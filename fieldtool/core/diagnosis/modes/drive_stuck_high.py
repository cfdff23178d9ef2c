"""The square drive held high (both clocks of a Dickson pump).

Only a square-driven board can have it; an AC-fed ladder's drive goes missing instead.
"""

from __future__ import annotations

from fieldtool.core.diagnosis.modes.base import DriveStuckMode


class DriveStuckHigh(DriveStuckMode):
    """The square drive held at its high level."""

    name = "stuck-high"
    words = "drive stuck high"
    held = "high"
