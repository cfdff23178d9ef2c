"""Errors from the fleet store, grouped by what the caller can do next.

FieldtoolError
└── StoreError              anything about the shared store
    ├── StoreSettingsError  fix the settings: a bad address, a password in a settings file,
    │                       the PostgreSQL driver not installed
    ├── StoreUnavailable    try again later (or work offline): cannot connect, connection lost
    └── StoreSchemaError    an administrator acts: not set up, needs an upgrade, wrong encoding

No message ever holds a password: addresses are shown through ``config.redact``.
"""

from __future__ import annotations

from fieldtool.core.errors import FieldtoolError


class StoreError(FieldtoolError):
    """Any problem with the shared fleet store."""

    title = "Store"


class StoreSettingsError(StoreError):
    """The store's address or settings cannot be used as they are."""

    title = "Store settings"


class StoreUnavailable(StoreError):
    """The store cannot be reached now, or the connection was lost."""

    title = "Store unreachable"


class StoreSchemaError(StoreError):
    """The database is not a fieldtool store this version can use."""

    title = "Store not ready"
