"""The DC input down to a fraction (a sagging rail, a dropping series part upstream)."""

from __future__ import annotations

from fieldtool.core.circuit.netlist import Circuit, Params
from fieldtool.core.circuit.spec import Profile
from fieldtool.core.circuit.topologies import topology_of
from fieldtool.core.diagnosis.modes.base import FaultMode, supply_sources


class SupplyLow(FaultMode):
    """The DC supply low."""

    name = "low"
    applies_to = "supply"
    unit = "fraction"
    words = "supply low"

    def unavailable(self, profile: Profile) -> str | None:
        """Boards with a DC input above 0 V only (a fraction of 0 V is still 0 V)."""
        if not topology_of(profile).dc_input:
            return "this board has no DC input"
        if profile.supply_volts == 0:
            return "this board's DC input is 0 V, so a low supply would change nothing"
        return None

    def grid(self, profile: Profile) -> tuple[float, ...]:
        """90 % down to 30 % of the supply left."""
        return (0.9, 0.75, 0.6, 0.45, 0.3)

    def apply(
        self,
        circuit: Circuit,
        params: Params,
        target: str,
        severity: float | None,
        profile: Profile,
    ) -> None:
        """Every DC source times ``severity``."""
        for i in supply_sources(circuit):
            params.s_high[:, i] *= severity
            params.s_low[:, i] *= severity
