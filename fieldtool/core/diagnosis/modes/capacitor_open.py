"""A capacitor gone open.

A lead or plate lost: a picofarad or so of stray capacitance left.
"""

from __future__ import annotations

from fieldtool.core.circuit.netlist import Circuit, Params
from fieldtool.core.circuit.spec import Profile
from fieldtool.core.diagnosis.modes.base import (
    FaultMode,
    at_most,
    capacitor_index,
)

OPEN_FARADS = 1e-12  # what is left of an open capacitor: pad and lead stray (common practice)


class CapacitorOpen(FaultMode):
    """A capacitor gone open."""

    name = "open"
    applies_to = "capacitor"
    unit = None
    words = "open"

    def apply(
        self,
        circuit: Circuit,
        params: Params,
        target: str,
        severity: float | None,
        profile: Profile,
    ) -> None:
        """A picofarad or so of the capacitance left."""
        j = capacitor_index(circuit, target)
        params.c_f[:, j] = at_most(params.c_f[:, j], OPEN_FARADS)
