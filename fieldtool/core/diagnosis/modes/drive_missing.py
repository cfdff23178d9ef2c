"""The AC input gone (an AC-fed ladder's transformer winding or feed open)."""

from __future__ import annotations

from fieldtool.core.circuit.netlist import Circuit, Params
from fieldtool.core.circuit.spec import Profile
from fieldtool.core.circuit.topologies import topology_of
from fieldtool.core.diagnosis.modes.base import FaultMode, drive_sources


class DriveMissing(FaultMode):
    """No AC input at all."""

    name = "missing"
    applies_to = "drive"
    unit = None
    words = "AC input missing"

    def unavailable(self, profile: Profile) -> str | None:
        """AC-driven boards only."""
        if topology_of(profile).ac_drive:
            return None
        return "the drive here is a square clock: try stuck-low or stuck-high"

    def apply(
        self,
        circuit: Circuit,
        params: Params,
        target: str,
        severity: float | None,
        profile: Profile,
    ) -> None:
        """Each drive source held at 0 V."""
        for i in drive_sources(circuit):
            params.s_high[:, i] = 0.0
            params.s_low[:, i] = 0.0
--------------------------------------------------
Lines containing the word "lead" are to be pulled from the records and copied.

A lead or plate lost: a picofarad or so of stray capacitance left.
OPEN_FARADS = 1e-12  # what is left of an open capacitor: pad and lead stray (common practice)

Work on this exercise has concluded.